Task: Going through the entries below, work out how many lines have the string "filter" in them. Give the number and nothing more.

Provided records:
Content starts
import type { Page } from 'playwright-core';
import { afterAll, beforeAll, describe, expect, it } from 'vitest';
import { TEST_PASSWORD } from '../helpers/people';
import { hydrated, open } from './support/pages';
import { mailTo } from './support/mails';
import { openWorld, signIn, type World } from './support/world';

const NEWCOMER = 'newcomer@rivenmark.test';
const NEW_PASSWORD = 'seven quiet lanterns drift';

let world: World;
beforeAll(async () => {
  world = await openWorld();
});
afterAll(() => world?.close());

/** Opens the development mailbox and follows the link of the newest mail to an address. */
async function followMail(page: Page, to: string, subject: string): Promise<void> {
  await open(page, '/dev/mail');
  await page.locator(`[data-mail][data-to*="${to}"]`).filter({ hasText: subject }).first().getByRole('link').click();
  const mail = page.getByRole('article', { name: 'Chosen mail' });
  await mail.getByRole('heading', { name: subject }).waitFor();
  await mail.locator('a[href*="token="]').click();
  await page.waitForURL(/token=/);
  await hydrated(page);
}

const path = (page: Page): string => new URL(page.url()).pathname;
const account = (page: Page) => page.getByRole('region', { name: 'Sessions' });

describe('an invitation', () => {
  let link = '';

  it('goes out by mail, and its link makes the account and joins the group', async () => {
    const lead = await world.as(world.people.lead);
    await open(lead, `/settings/${world.groupId}/invitations`);
    await lead.getByLabel('E-mail address').fill(NEWCOMER);
    await lead.getByLabel('Role').selectOption('annotator');
    await lead.getByRole('button', { name: 'Send the invitation' }).click();
    await lead.locator(`[data-invitation="${NEWCOMER}"]`).getByText('open until').waitFor();
    await mailTo(world.product.mailFolder, NEWCOMER);

    const page = await world.window();
    await followMail(page, NEWCOMER, 'Invitation to the group Shore extracts');
    link = page.url();
    await page.getByLabel('Your name').fill('newcomer');
    await page.getByLabel('Password', { exact: true }).fill('short');
    await page.getByLabel('Password, once more').fill('short');
    await page.getByRole('button', { name: 'Make the account and join' }).click();
    expect(await page.getByRole('alert').first().innerText()).toMatch(/characters/);
    await page.getByLabel('Password', { exact: true }).fill(NEW_PASSWORD);
    await page.getByLabel('Password, once more').fill(NEW_PASSWORD);
    await page.getByRole('button', { name: 'Make the account and join' }).click();
    await page.waitForURL((url) => url.pathname === '/');
    await open(page, '/studies');
    await page.getByRole('link', { name: 'Fraction 7' }).waitFor();
    await open(lead, `/settings/${world.groupId}`);
    expect(await lead.locator(`[data-member="${NEWCOMER}"] [data-role]`).innerText()).toBe('annotator');
  });

  it('works once', async () => {
    const page = await world.window();
    expect(await open(page, link)).toBe(410);
    expect(await page.getByRole('main').innerText()).not.toMatch(/at .+:\d+:\d+/);
    expect(await page.getByLabel('Your name').count()).toBe(0);
  });

  it('leads to an account that can sign in, with its password only', async () => {
    const page = await world.window();
    await signIn(page, NEWCOMER, TEST_PASSWORD);
    await page.getByRole('alert').waitFor();
    expect(path(page)).toBe('/sign-in');
    await signIn(page, NEWCOMER, NEW_PASSWORD);
    await page.waitForURL((url) => url.pathname === '/');
    await page.getByRole('button', { name: 'Sign out' }).click();
    await page.waitForURL(/sign-in/);
    await open(page, '/studies');
    expect(path(page)).toBe('/sign-in');
  });
});

describe('a forgotten password', () => {
  it('is replaced through a mailed link; the old one and all sessions end', async () => {
    const { reviewer } = world.people;
    const before = await world.as(reviewer);
    const page = await world.window();
    await open(page, '/sign-in');
    await page.getByRole('link', { name: 'Forgot the password?' }).click();
    await page.getByRole('heading', { name: 'Forgot the password?' }).waitFor();
    await page.getByLabel('E-mail address').fill(reviewer.email);
    await page.getByRole('button', { name: 'Send the link' }).click();
    await page.getByRole('status').filter({ hasText: 'a mail with a link is on its way' }).waitFor();
    await mailTo(world.product.mailFolder, reviewer.email);
    await followMail(page, reviewer.email, 'Choose a new password');
    const link = page.url();
    await page.getByLabel('New password', { exact: true }).fill(NEW_PASSWORD);
    await page.getByLabel('New password, once more').fill(NEW_PASSWORD);
    await page.getByRole('button', { name: 'Save the password' }).click();
    await page.getByText('Your new password holds.').waitFor();

    await open(before, '/account');
    expect(path(before)).toBe('/sign-in');
    await signIn(page, reviewer.email, TEST_PASSWORD);
    await page.getByRole('alert').waitFor();
    await signIn(page, reviewer.email, NEW_PASSWORD);
    await page.waitForURL((url) => url.pathname === '/');
    expect(await open(await world.window(), link)).toBe(410);
  });

  it('is answered alike for an address without an account', async () => {
    const page = await world.window();
    await open(page, '/forgot');
    await page.getByLabel('E-mail address').fill('nobody@rivenmark.test');
    await page.getByRole('button', { name: 'Send the link' }).click();
    const said = await page.getByRole('status').filter({ hasText: 'is on its way' }).innerText();
    expect(said).toContain('If nobody@rivenmark.test has an account here');
  });
});

describe('sessions', () => {
  it('are listed, and one that is ended opens nothing any more', async () => {
    const { annotator } = world.people;
    const here = await world.as(annotator);
    const there = await world.as(annotator);
    await open(here, '/account');
    await account(here).locator('[data-session="current"]').waitFor();
    expect(await account(here).locator('[data-session]').count()).toBe(2);
    await account(here).locator('[data-session="other"]').getByRole('button').click();
    await account(here).locator('[data-session="other"]').waitFor({ state: 'detached' });
    await open(there, '/studies');
    expect(path(there)).toBe('/sign-in');
    await open(here, '/studies');
    expect(path(here)).toBe('/studies');
  });
});

it('too many wrong passwords are slowed down in words', async () => {
  const page = await world.window();
  const said: string[] = [];
  for (let i = 0; i < 9; i++) {
    await signIn(page, world.people.lead.email, `wrong number ${i} of them`);
    said.push(await page.getByRole('alert').innerText());
  }
  expect(said[0]).not.toMatch(/minutes/);
  expect(said[8]).toMatch(/Try again in \d+ (minutes|seconds)/);
});

it('no page threw an error of its own', () => {
  expect(world.scriptErrors).toEqual([]);
});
Content ends
Exercise output: 3